OP here. I think I've found an answer. I haven't implemented it yet, and if someone comes up with a less fiddly solution (or finds something wrong with this one), I'll choose their answer instead.

Problem statement

Let A be the source image, B be the destination image, and M be the mapping from A's coords to B's coords, i.e.:

B[k, l, :] == A(M[k, l, 0], M[k, l, 1], :) 
for all k, l in B's coords.

...where square braces indicate array lookup with integer indices, and circular braces indicate bilinear interpolation lookup with floating-point indices. We restate the above using the more economical notation:

B = A(M)

We wish to find an inverse mapping N that maps B back to A as best as is possible:

Find N s.t. A \approx B(N)

The problem can be stated without reference to A or B:

Find N = argmin_N || M(N) - I_n ||

...where ||*|| indicates the Frobenius norm, and I_n is the identity map with the same dimensions as N, i.e. a map where:

I_n[i, j, :] == [i, j]
for all i, j

Naive solution

If M's values are all integers, and M is an isomorphism, then you can construct N directly as:

N[M[k, l, 0], M[k, l, 1], :] = [k, l]
for all k, l

Or in our simplified notation:

N[M] = I_m

...where I_m is the identity map with the same dimensions as M.

There are two problems:

1. M is not an isomorphism, so the above will leave "holes" in N at N[i, j, :] for any [i, j] not among the values in M.
2. M's values are floating-point coordinates [i, j], not integer coordinates. We cannot simply assign a value to the bilinearly-interpolated quantity N(i, j, :), for float-valued i, j. To achieve the equivalent effect, we must instead set the values of [i, j]'s four surrounding corners N[floor(i), floor(j), :], N[floor(i), ceil(j), :], N[ceil(i), floor(j), :], N[ceil(i), ceil(j), :] such that the interpolated value N(i, j, :) equals the desired value [k, l], for all pixel mappings [i, j] --> [k, l] in M.

Solution

Construct empty N as a 3D tensor of floats:

N = zeros(size=(A.shape[0], A.shape[1], 2))
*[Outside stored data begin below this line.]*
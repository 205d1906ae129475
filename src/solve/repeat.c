#include "solve/repeat.h"

#include <math.h>

void repeat_add(struct repeat_pool *pool, const double complex *vectors, const double (*cov)[3],
                size_t count, double scale)
{
    if (count < 2)
        return;
    double complex mean = 0;
    double traces = 0;
    for (size_t i = 0; i < count; i++) {
        mean += vectors[i] / (double)count;
        traces += cov[i][0] + cov[i][2];
    }
    for (size_t i = 0; i < count; i++) {
        double d = cabs(vectors[i] - mean) / scale;
        pool->squares += d * d;
    }
    pool->explained += traces * (1 - 1 / (double)count) / (scale * scale);
    pool->dof += 2 * (double)(count - 1);
}

double repeat_estimate(const struct repeat_pool *pool, double prior, double *dof)
{
    *dof = INFINITY;
    if (!(pool->dof > 0))
        return prior;
    double seen = fmax(0, pool->squares - pool->explained);
    *dof = pool->dof + REPEAT_PRIOR_DOF;
    return sqrt((seen + REPEAT_PRIOR_DOF * prior * prior) / *dof);
}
For each coordinate [i, j] in A's coordinate space, do:

1. Find the 2x2 grid of A-coordinates in M that [i, j] lies within. Compute the homography matrix H that maps those A-coordinates to their corresponding B-coordinates (given by the 2x2 grid's pixel indices).
2. Set N[i, j, :] = matmul(H, [i, j])

The potentially expensive step here would be the search in step 1 for the 2x2 grid of A-coordinates in M that encircles [i, j]. A brute-force search would make this whole algorithm O(n*m) where n is the number of pixels in A, and m the number of pixels in B.

To reduce this to O(n), one could instead run a scanline algorithm within each A-coordinate quadrilateral to identify all the integer-valued coordinates [i, j] it contains. This could be precomputed as a hashmap that maps integer-valued A coords [i, j] to the upper-left corner of its encircling quadrilateral's B coords [k, l].